START Source material

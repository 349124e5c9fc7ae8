import { DataTypes, type QueryInterface } from "sequelize";

/**
 * A revision of a quote: what it was priced from (roof, site, price book, frozen as JSON), its inputs
 * (manual lines, overrides, discount), its state and the people and times of submit, approve and return.
 * Once it leaves draft it never changes again.
 */
export async function up(qi: QueryInterface) {
  const user = (onDelete = "SET NULL") => ({
    type: DataTypes.INTEGER.UNSIGNED,
    allowNull: true,
    references: { model: "users", key: "id" },
    onDelete,
  });
  await qi.createTable("quote_revisions", {
    id: { type: DataTypes.INTEGER.UNSIGNED, autoIncrement: true, primaryKey: true },
    quote_id: {
      type: DataTypes.INTEGER.UNSIGNED,
      allowNull: false,
      references: { model: "quotes", key: "id" },
      onDelete: "CASCADE",
    },
    company_id: {
      type: DataTypes.INTEGER.UNSIGNED,
      allowNull: false,
      references: { model: "companies", key: "id" },
      onDelete: "RESTRICT",
    },
    revision_no: { type: DataTypes.INTEGER.UNSIGNED, allowNull: false },
    status: {
      type: DataTypes.ENUM("draft", "in_review", "approved", "sent", "accepted", "declined", "expired"),
      allowNull: false,
      defaultValue: "draft",
    },
    version: { type: DataTypes.INTEGER.UNSIGNED, allowNull: false, defaultValue: 1 },
    notes: { type: DataTypes.TEXT, allowNull: true },
    roof_version: { type: DataTypes.INTEGER.UNSIGNED, allowNull: false },
    roof_snapshot: { type: DataTypes.JSON, allowNull: false },
    site_snapshot: { type: DataTypes.JSON, allowNull: false },
    price_book_snapshot: { type: DataTypes.JSON, allowNull: false },
    inputs: { type: DataTypes.JSON, allowNull: false },
    total_cents: { type: DataTypes.BIGINT, allowNull: false, defaultValue: 0 },
    margin_pct: { type: DataTypes.DECIMAL(7, 3), allowNull: false, defaultValue: 0 },
    min_margin_pct: { type: DataTypes.DECIMAL(6, 2), allowNull: false, defaultValue: 0 },
    submitted_at: { type: DataTypes.DATE, allowNull: true },
    submitted_by: user(),
    approved_at: { type: DataTypes.DATE, allowNull: true },
    approved_by: user(),
    approval_reason: { type: DataTypes.TEXT, allowNull: true },
    returned_at: { type: DataTypes.DATE, allowNull: true },
    returned_by: user(),
    return_comment: { type: DataTypes.TEXT, allowNull: true },
    sent_at: { type: DataTypes.DATE, allowNull: true },
    decided_at: { type: DataTypes.DATE, allowNull: true },
    created_by: user(),
    created_at: { type: DataTypes.DATE, allowNull: false },
    updated_at: { type: DataTypes.DATE, allowNull: false },
  });
  await qi.addIndex("quote_revisions", ["quote_id", "revision_no"], { name: "quote_revisions_quote_no", unique: true });
  // The approvals queue: a company's revisions in review, oldest submitted first.
  await qi.addIndex("quote_revisions", ["company_id", "status", "submitted_at"], { name: "quote_revisions_queue" });
}

export async function down(qi: QueryInterface) {
  await qi.dropTable("quote_revisions");
}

END Source material

Exercise:
After reading the records above, transcribe them verbatim.

Solution:
repository 349124e5c9fc7ae8
import { DataTypes, type QueryInterface } from "sequelize";

/**
 * A revision of a quote: what it was priced from (roof, site, price book, frozen as JSON), its inputs
 * (manual lines, overrides, discount), its state and the people and times of submit, approve and return.
 * Once it leaves draft it never changes again.
 */
export async function up(qi: QueryInterface) {
  const user = (onDelete = "SET NULL") => ({
    type: DataTypes.INTEGER.UNSIGNED,
    allowNull: true,
    references: { model: "users", key: "id" },
    onDelete,
  });
  await qi.createTable("quote_revisions", {
    id: { type: DataTypes.INTEGER.UNSIGNED, autoIncrement: true, primaryKey: true },
    quote_id: {
      type: DataTypes.INTEGER.UNSIGNED,
      allowNull: false,
      references: { model: "quotes", key: "id" },
      onDelete: "CASCADE",
    },
    company_id: {
      type: DataTypes.INTEGER.UNSIGNED,
      allowNull: false,
      references: { model: "companies", key: "id" },
      onDelete: "RESTRICT",
    },
    revision_no: { type: DataTypes.INTEGER.UNSIGNED, allowNull: false },
    status: {
      type: DataTypes.ENUM("draft", "in_review", "approved", "sent", "accepted", "declined", "expired"),
      allowNull: false,
      defaultValue: "draft",
    },
    version: { type: DataTypes.INTEGER.UNSIGNED, allowNull: false, defaultValue: 1 },
    notes: { type: DataTypes.TEXT, allowNull: true },
    roof_version: { type: DataTypes.INTEGER.UNSIGNED, allowNull: false },
    roof_snapshot: { type: DataTypes.JSON, allowNull: false },
    site_snapshot: { type: DataTypes.JSON, allowNull: false },
    price_book_snapshot: { type: DataTypes.JSON, allowNull: false },
    inputs: { type: DataTypes.JSON, allowNull: false },
    total_cents: { type: DataTypes.BIGINT, allowNull: false, defaultValue: 0 },
    margin_pct: { type: DataTypes.DECIMAL(7, 3), allowNull: false, defaultValue: 0 },
    min_margin_pct: { type: DataTypes.DECIMAL(6, 2), allowNull: false, defaultValue: 0 },
    submitted_at: { type: DataTypes.DATE, allowNull: true },
    submitted_by: user(),
    approved_at: { type: DataTypes.DATE, allowNull: true },
    approved_by: user(),
    approval_reason: { type: DataTypes.TEXT, allowNull: true },
    returned_at: { type: DataTypes.DATE, allowNull: true },
    returned_by: user(),
    return_comment: { type: DataTypes.TEXT, allowNull: true },
    sent_at: { type: DataTypes.DATE, allowNull: true },
    decided_at: { type: DataTypes.DATE, allowNull: true },
    created_by: user(),
    created_at: { type: DataTypes.DATE, allowNull: false },
    updated_at: { type: DataTypes.DATE, allowNull: false },
  });
  await qi.addIndex("quote_revisions", ["quote_id", "revision_no"], { name: "quote_revisions_quote_no", unique: true });
  // The approvals queue: a company's revisions in review, oldest submitted first.
  await qi.addIndex("quote_revisions", ["company_id", "status", "submitted_at"], { name: "quote_revisions_queue" });
}

export async function down(qi: QueryInterface) {
  await qi.dropTable("quote_revisions");
}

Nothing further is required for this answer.